-- Opening Marker --
def _check_inputs(mechanism: Mechanism) -> None:
    """Refuse inputs of one name, inputs that move no body, and inputs without a coordinate or direction to set."""
    moving = {body.name: body for body in mechanism.bodies}
    names: set[str] = set()
    driven: set[str] = set()
    for item in mechanism.inputs:
        if item.name in names:
            raise MechanismError(f"two inputs are called '{item.name}'")
        names.add(item.name)
        if item.body not in moving:
            raise MechanismError(
                f"the input '{item.name}' is to move '{item.body}', which is no moving body; "
                f"moving bodies: {', '.join(moving) or 'none'}",
                body=item.body,
            )
        if isinstance(item, PointInput):
            size = float(np.linalg.norm(item.direction))
            if not (np.isfinite(size) and size > 0.0):
                raise MechanismError(f"the input '{item.name}' needs a direction of three finite numbers, not all zero")
            continue
        if isinstance(moving[item.body], FreeBody):
            raise MechanismError(
                f"the input '{item.name}' is to set the coordinate of '{item.body}', which is free; "
                "only a hinged or a sliding body has one",
                body=item.body,
            )
        if item.body in driven:
            raise MechanismError(f"two inputs set the coordinate of '{item.body}'", body=item.body)
        driven.add(item.body)


def _point_references(mechanism: Mechanism) -> Iterator[tuple[str, str]]:
    for body in mechanism.bodies:
        if isinstance(body, FreeBody):
            continue
        names = (body.axis,) if isinstance(body.axis, str) else body.axis
        yield from ((body.name, name) for name in names)
    for joint in mechanism.joints:
        yield from ((joint.name, name) for name in joint.points)
    yield from ((item.name, item.point) for item in mechanism.inputs if isinstance(item, PointInput))


def _check_geometry(mechanism: Mechanism) -> None:
    """Refuse rods and axes without length, and hinged bodies whose every joint lies on their own axis."""
    points = mechanism.points

    def apart(a: str, b: str) -> bool:
        return bool((np.linalg.norm(points[a] - points[b], axis=-1) > COINCIDENT_MM).all())

    for body in mechanism.bodies:
        if isinstance(body, FreeBody):
            continue
        if isinstance(body.axis, str):
            if not (np.linalg.norm(points[body.axis], axis=-1) > 0.0).all():
                raise MechanismError(f"{body.axis} has no direction, so '{body.name}' cannot slide", body=body.name)
            continue
        first, second = body.axis
        if not apart(first, second):
            raise MechanismError(
                f"{first} and {second} are the same point, so '{body.name}' has no axis; "
                "move them apart along the axis",
                body=body.name,
            )
        held = [name for name in mechanism.attachments(body.name) if name not in body.axis]
        if isinstance(body, HingedBody) and held:
            along = points[second] - points[first]
            arms = [np.cross(along, points[name] - points[first]) for name in held]
            sines = [
                np.linalg.norm(arm, axis=-1)
                / (np.linalg.norm(along, axis=-1) * np.linalg.norm(points[name] - points[first], axis=-1) + 1e-300)
                for arm, name in zip(arms, held, strict=True)
            ]
            if all((sine < COLLINEAR_SINE).all() for sine in sines):
                raise MechanismError(
                    f"{held[0]} lies on the line through {first} and {second}, so '{body.name}' turns without "
                    "moving it; move it off that line",
                    body=body.name,
                )
    for joint in mechanism.joints:
        pair: tuple[str, str] | None = None
        if isinstance(joint, Rod):
            pair = (joint.point_a, joint.point_b)
        elif isinstance(joint, Hinge):
            pair = joint.axis
        elif isinstance(joint, PointOnLine):
            pair = joint.line
        if pair and not apart(*pair):
            raise MechanismError(
                f"{pair[0]} and {pair[1]} are the same point, so '{joint.name}' has no length; move them apart",
                joint=joint.name,
            )
        if isinstance(joint, PointOnLine):
            along = points[joint.line[1]] - points[joint.line[0]]
            off = np.cross(along, points[joint.at] - points[joint.line[0]])
            off = off / np.linalg.norm(along, axis=-1, keepdims=True)
            if not (np.linalg.norm(off, axis=-1) <= COINCIDENT_MM).all():
                raise MechanismError(
                    f"{joint.at} does not lie on the line through {' and '.join(joint.line)}, on which "
                    f"'{joint.name}' is to keep it; move it there",
                    joint=joint.name,
                )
-- Closing Marker --
#### [Work task]
Faithfully reproduce all of the records, character for character.

#### [Response]
def _check_inputs(mechanism: Mechanism) -> None:
    """Refuse inputs of one name, inputs that move no body, and inputs without a coordinate or direction to set."""
    moving = {body.name: body for body in mechanism.bodies}
    names: set[str] = set()
    driven: set[str] = set()
    for item in mechanism.inputs:
        if item.name in names:
            raise MechanismError(f"two inputs are called '{item.name}'")
        names.add(item.name)
        if item.body not in moving:
            raise MechanismError(
                f"the input '{item.name}' is to move '{item.body}', which is no moving body; "
                f"moving bodies: {', '.join(moving) or 'none'}",
                body=item.body,
            )
        if isinstance(item, PointInput):
            size = float(np.linalg.norm(item.direction))
            if not (np.isfinite(size) and size > 0.0):
                raise MechanismError(f"the input '{item.name}' needs a direction of three finite numbers, not all zero")
            continue
        if isinstance(moving[item.body], FreeBody):
            raise MechanismError(
                f"the input '{item.name}' is to set the coordinate of '{item.body}', which is free; "
                "only a hinged or a sliding body has one",
                body=item.body,
            )
        if item.body in driven:
            raise MechanismError(f"two inputs set the coordinate of '{item.body}'", body=item.body)
        driven.add(item.body)


def _point_references(mechanism: Mechanism) -> Iterator[tuple[str, str]]:
    for body in mechanism.bodies:
        if isinstance(body, FreeBody):
            continue
        names = (body.axis,) if isinstance(body.axis, str) else body.axis
        yield from ((body.name, name) for name in names)
    for joint in mechanism.joints:
        yield from ((joint.name, name) for name in joint.points)
    yield from ((item.name, item.point) for item in mechanism.inputs if isinstance(item, PointInput))


def _check_geometry(mechanism: Mechanism) -> None:
    """Refuse rods and axes without length, and hinged bodies whose every joint lies on their own axis."""
    points = mechanism.points

    def apart(a: str, b: str) -> bool:
        return bool((np.linalg.norm(points[a] - points[b], axis=-1) > COINCIDENT_MM).all())

    for body in mechanism.bodies:
        if isinstance(body, FreeBody):
            continue
        if isinstance(body.axis, str):
            if not (np.linalg.norm(points[body.axis], axis=-1) > 0.0).all():
                raise MechanismError(f"{body.axis} has no direction, so '{body.name}' cannot slide", body=body.name)
            continue
        first, second = body.axis
        if not apart(first, second):
            raise MechanismError(
                f"{first} and {second} are the same point, so '{body.name}' has no axis; "
                "move them apart along the axis",
                body=body.name,
            )
        held = [name for name in mechanism.attachments(body.name) if name not in body.axis]
        if isinstance(body, HingedBody) and held:
            along = points[second] - points[first]
            arms = [np.cross(along, points[name] - points[first]) for name in held]
            sines = [
                np.linalg.norm(arm, axis=-1)
                / (np.linalg.norm(along, axis=-1) * np.linalg.norm(points[name] - points[first], axis=-1) + 1e-300)
                for arm, name in zip(arms, held, strict=True)
            ]
            if all((sine < COLLINEAR_SINE).all() for sine in sines):
                raise MechanismError(
                    f"{held[0]} lies on the line through {first} and {second}, so '{body.name}' turns without "
                    "moving it; move it off that line",
                    body=body.name,
                )
    for joint in mechanism.joints:
        pair: tuple[str, str] | None = None
        if isinstance(joint, Rod):
            pair = (joint.point_a, joint.point_b)
        elif isinstance(joint, Hinge):
            pair = joint.axis
        elif isinstance(joint, PointOnLine):
            pair = joint.line
        if pair and not apart(*pair):
            raise MechanismError(
                f"{pair[0]} and {pair[1]} are the same point, so '{joint.name}' has no length; move them apart",
                joint=joint.name,
            )
        if isinstance(joint, PointOnLine):
            along = points[joint.line[1]] - points[joint.line[0]]
            off = np.cross(along, points[joint.at] - points[joint.line[0]])
            off = off / np.linalg.norm(along, axis=-1, keepdims=True)
            if not (np.linalg.norm(off, axis=-1) <= COINCIDENT_MM).all():
                raise MechanismError(
                    f"{joint.at} does not lie on the line through {' and '.join(joint.line)}, on which "
                    f"'{joint.name}' is to keep it; move it there",
                    joint=joint.name,
                )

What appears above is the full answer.